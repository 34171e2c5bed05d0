# bathychron - plain Makefile with pkg-config.
#   make deps    check (and on Debian as root, install) the dependencies
#   make         static and shared library and the program
#   make test    every test, plus the unit suite under ASan/UBSan
#   make test-san  every test again with the program built under ASan/UBSan
#   make demo    the main job on the invented demo data set
#   make bench   benchmarks (speed and memory; never part of make test)
#   make fuzz    libFuzzer targets for a set time each (FUZZ_SECONDS=60)
#   make fuzz-build  only build them (clang, libFuzzer + ASan/UBSan) in build-fuzz/
#   make install / uninstall  PREFIX=/usr/local DESTDIR=

PREFIX ?= /usr/local
DESTDIR ?=
CC ?= cc
VERSION := $(shell sed -n 's/^\#define BC_VERSION "\(.*\)"/\1/p' src/bathychron.h)

PKGS := sqlite3 proj libxml-2.0 cairo libutf8proc libzip nettle
# Debian package for each pkg-config name (same order), plus tools the tests use.
DEB_DEV := libsqlite3-dev libproj-dev libxml2-dev libcairo2-dev libutf8proc-dev libzip-dev nettle-dev libcsv-dev
DEB_TOOLS := pkg-config gcc make proj-data sqlite3 gdal-bin python3 python3-scipy python3-statsmodels \
	python3-pandas python3-lxml poppler-utils librsvg2-bin geographiclib-tools proj-bin zip unzip fonts-dejavu-core clang libclang-rt-14-dev python3-gdal

WARN := -Wall -Wextra -Wshadow -Wundef -Wwrite-strings -Wstrict-prototypes \
	-Wmissing-prototypes -Wformat=2 -Wno-format-nonliteral
WERROR ?= 1
ifeq ($(WERROR),1)
WARN += -Werror
endif
OPT ?= -O2 -g
PKG_CFLAGS = $(shell pkg-config --cflags $(PKGS) 2>/dev/null)
PKG_LIBS = $(shell pkg-config --libs $(PKGS) 2>/dev/null) -lcsv -lm -lpthread
CFLAGS_ALL = -std=c11 -D_POSIX_C_SOURCE=200809L -D_DEFAULT_SOURCE $(OPT) $(WARN) -Isrc -Ibuild $(PKG_CFLAGS) -MMD -MP $(CFLAGS)

B ?= build
LIB_SRC := $(sort $(wildcard src/*.c))
CLI_SRC := $(sort $(wildcard src/cli/*.c))
RESOURCES := $(sort $(wildcard schema/*.sql) $(shell find reference import/maps -type f \( -name '*.tsv' -o -name '*.map' \) 2>/dev/null))
LIB_OBJ := $(LIB_SRC:src/%.c=$(B)/lib/%.o) $(B)/lib/resources.o
CLI_OBJ := $(CLI_SRC:src/cli/%.c=$(B)/cli/%.o)
UNIT_SRC := $(sort $(wildcard tests/unit/*.c))
UNIT_OBJ := $(UNIT_SRC:tests/unit/%.c=$(B)/unit/%.o)

.PHONY: all deps test test-unit test-san demo bench fuzz fuzz-build fuzz-targets install uninstall clean check-header
all: $(B)/libbathychron.a $(B)/libbathychron.so $(B)/bathychron $(B)/bathychron.1

# The man page is made from the program's own --help texts.
$(B)/bathychron.1: $(B)/bathychron src/gen/manpage.sh
	@sh src/gen/manpage.sh $(B)/bathychron > $@

deps:
	@sh tests/deps.sh "$(PKGS)" "$(DEB_DEV) $(DEB_TOOLS)"

$(B)/embed: src/gen/embed.c
	@mkdir -p $(B)
	$(CC) -std=c11 -O1 -o $@ $<

$(B)/lib/resources.c: $(B)/embed $(RESOURCES)
	@mkdir -p $(B)/lib
	@$(B)/embed $@ $(RESOURCES)

$(B)/lib/%.o: src/%.c
	@mkdir -p $(dir $@)
	@echo '  CC   $<'
	@$(CC) $(CFLAGS_ALL) -fPIC -c -o $@ $<

$(B)/lib/resources.o: $(B)/lib/resources.c
	@$(CC) $(CFLAGS_ALL) -Wno-overlength-strings -fPIC -c -o $@ $<

$(B)/cli/%.o: src/cli/%.c
	@mkdir -p $(dir $@)
	@echo '  CC   $<'
	@$(CC) $(CFLAGS_ALL) -c -o $@ $<

$(B)/libbathychron.a: $(LIB_OBJ)
	rm -f $@
	ar rcs $@ $^

$(B)/libbathychron.so: $(LIB_OBJ)
	$(CC) -shared -Wl,-soname,libbathychron.so.0 -o $@ $^ $(PKG_LIBS) $(LDFLAGS)

$(B)/bathychron: $(CLI_OBJ) $(B)/libbathychron.a
	$(CC) -o $@ $(CLI_OBJ) $(B)/libbathychron.a $(PKG_LIBS) $(LDFLAGS) $(CFLAGS_ALL_LD)

# Unit tests: every TEST(name) in tests/unit/*.c is registered automatically.
$(B)/unit/tests.list: $(UNIT_SRC)
	@mkdir -p $(B)/unit
	@grep -ho '^TEST([a-z0-9_]*)' $(UNIT_SRC) | sed 's/^TEST(\(.*\))/X(\1)/' > $@

$(B)/unit/%.o: tests/unit/%.c $(B)/unit/tests.list
	@mkdir -p $(B)/unit
	@echo '  CC   $<'
	@$(CC) $(CFLAGS_ALL) -Itests/unit -I$(B)/unit -c -o $@ $<

$(B)/unit-tests: $(UNIT_OBJ) $(B)/libbathychron.a
	$(CC) -o $@ $(UNIT_OBJ) $(B)/libbathychron.a $(PKG_LIBS) $(LDFLAGS) $(CFLAGS_ALL_LD)

check-header:
	@mkdir -p $(B)
	printf '#include "bathychron.h"\nint main(void){return 0;}\n' > $(B)/headertest.c
	$(CC) -std=c11 -pedantic -Wall -Wextra -Werror -Isrc -o $(B)/headertest $(B)/headertest.c

test: deps
	@$(MAKE) --no-print-directory all $(B)/unit-tests check-header
	@$(MAKE) --no-print-directory B=build-san OPT="-O1 -g -fsanitize=address,undefined -fno-omit-frame-pointer -fno-sanitize-recover=undefined" \
		CFLAGS_ALL_LD="-fsanitize=address,undefined" build-san/unit-tests build-san/bathychron
	@$(MAKE) --no-print-directory fuzz-targets
	@sh tests/run.sh

# The whole suite again with the program built under ASan/UBSan: every CLI
# test runs build-san/bathychron; a sanitizer report fails the test it is in.
SAN_ENV := ASAN_OPTIONS=detect_leaks=1:exitcode=86 UBSAN_OPTIONS=halt_on_error=1:print_stacktrace=1
test-san: deps
	@$(MAKE) --no-print-directory all $(B)/unit-tests
	@$(MAKE) --no-print-directory B=build-san OPT="-O1 -g -fsanitize=address,undefined -fno-omit-frame-pointer -fno-sanitize-recover=undefined" \
		CFLAGS_ALL_LD="-fsanitize=address,undefined" build-san/unit-tests build-san/bathychron
	@$(MAKE) --no-print-directory fuzz-targets
	@$(SAN_ENV) BC_PROGRAM=$(CURDIR)/build-san/bathychron sh tests/run.sh

test-unit: all $(B)/unit-tests
	$(B)/unit-tests

demo: deps all
	@sh import/demo/run.sh

bench: deps all
	@sh tests/bench/run.sh

# Fuzzing: every tests/fuzz/fuzz_<name>.c is a libFuzzer target built with
# clang against a library compiled with coverage and ASan/UBSan; its seed
# corpus is tests/fuzz/<name>/.
FUZZ_SRC := $(sort $(wildcard tests/fuzz/fuzz_*.c))
FUZZ_CC ?= clang
FUZZ_OPT := -O1 -g -fsanitize=fuzzer-no-link,address,undefined -fno-sanitize-recover=undefined -fno-omit-frame-pointer

$(B)/fuzz/%: tests/fuzz/%.c tests/fuzz/fuzz.h $(B)/libbathychron.a
	@mkdir -p $(dir $@)
	@echo '  FUZZ $<'
	@$(CC) $(CFLAGS_ALL) -fsanitize=fuzzer -o $@ $< $(B)/libbathychron.a $(PKG_LIBS) $(LDFLAGS) $(CFLAGS_ALL_LD)

fuzz-targets:
	@$(MAKE) --no-print-directory B=build-fuzz CC=$(FUZZ_CC) OPT="$(FUZZ_OPT)" \
		CFLAGS_ALL_LD="-fsanitize=address,undefined" $(FUZZ_SRC:tests/fuzz/%.c=build-fuzz/fuzz/%)

fuzz-build: deps fuzz-targets

fuzz: fuzz-build
	@sh tests/fuzz/run.sh $${FUZZ_SECONDS:-60}

install: all
	install -d $(DESTDIR)$(PREFIX)/bin $(DESTDIR)$(PREFIX)/lib $(DESTDIR)$(PREFIX)/include \
		$(DESTDIR)$(PREFIX)/lib/pkgconfig $(DESTDIR)$(PREFIX)/share/man/man1 \
		$(DESTDIR)$(PREFIX)/share/bash-completion/completions
	install -m 755 $(B)/bathychron $(DESTDIR)$(PREFIX)/bin/bathychron
	install -m 644 $(B)/libbathychron.a $(DESTDIR)$(PREFIX)/lib/libbathychron.a
	install -m 755 $(B)/libbathychron.so $(DESTDIR)$(PREFIX)/lib/libbathychron.so.0
	ln -sf libbathychron.so.0 $(DESTDIR)$(PREFIX)/lib/libbathychron.so
	install -m 644 src/bathychron.h $(DESTDIR)$(PREFIX)/include/bathychron.h
	sed -e 's|@PREFIX@|$(PREFIX)|' -e 's|@VERSION@|$(VERSION)|' src/bathychron.pc.in > $(DESTDIR)$(PREFIX)/lib/pkgconfig/bathychron.pc
	install -m 644 $(B)/bathychron.1 $(DESTDIR)$(PREFIX)/share/man/man1/bathychron.1
	install -m 644 doc/bathychron.bash-completion $(DESTDIR)$(PREFIX)/share/bash-completion/completions/bathychron

uninstall:
	rm -f $(DESTDIR)$(PREFIX)/bin/bathychron $(DESTDIR)$(PREFIX)/lib/libbathychron.a \
		$(DESTDIR)$(PREFIX)/lib/libbathychron.so.0 $(DESTDIR)$(PREFIX)/lib/libbathychron.so \
		$(DESTDIR)$(PREFIX)/include/bathychron.h $(DESTDIR)$(PREFIX)/lib/pkgconfig/bathychron.pc \
		$(DESTDIR)$(PREFIX)/share/man/man1/bathychron.1 \
		$(DESTDIR)$(PREFIX)/share/bash-completion/completions/bathychron

clean:
	rm -rf build build-san build-fuzz demo-output

-include $(wildcard $(B)/lib/*.d $(B)/cli/*.d $(B)/unit/*.d $(B)/fuzz/*.d)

YOUR INSTRUCTIONS: Everything starting at the line containing "--no-print-directory B=build-fuzz CC=$(FUZZ_CC)" and ending at the line containing "install: all" in the records above should be repeated exactly, and only that.

TASK SOLUTION:
	@$(MAKE) --no-print-directory B=build-fuzz CC=$(FUZZ_CC) OPT="$(FUZZ_OPT)" \
		CFLAGS_ALL_LD="-fsanitize=address,undefined" $(FUZZ_SRC:tests/fuzz/%.c=build-fuzz/fuzz/%)

fuzz-build: deps fuzz-targets

fuzz: fuzz-build
	@sh tests/fuzz/run.sh $${FUZZ_SECONDS:-60}

install: all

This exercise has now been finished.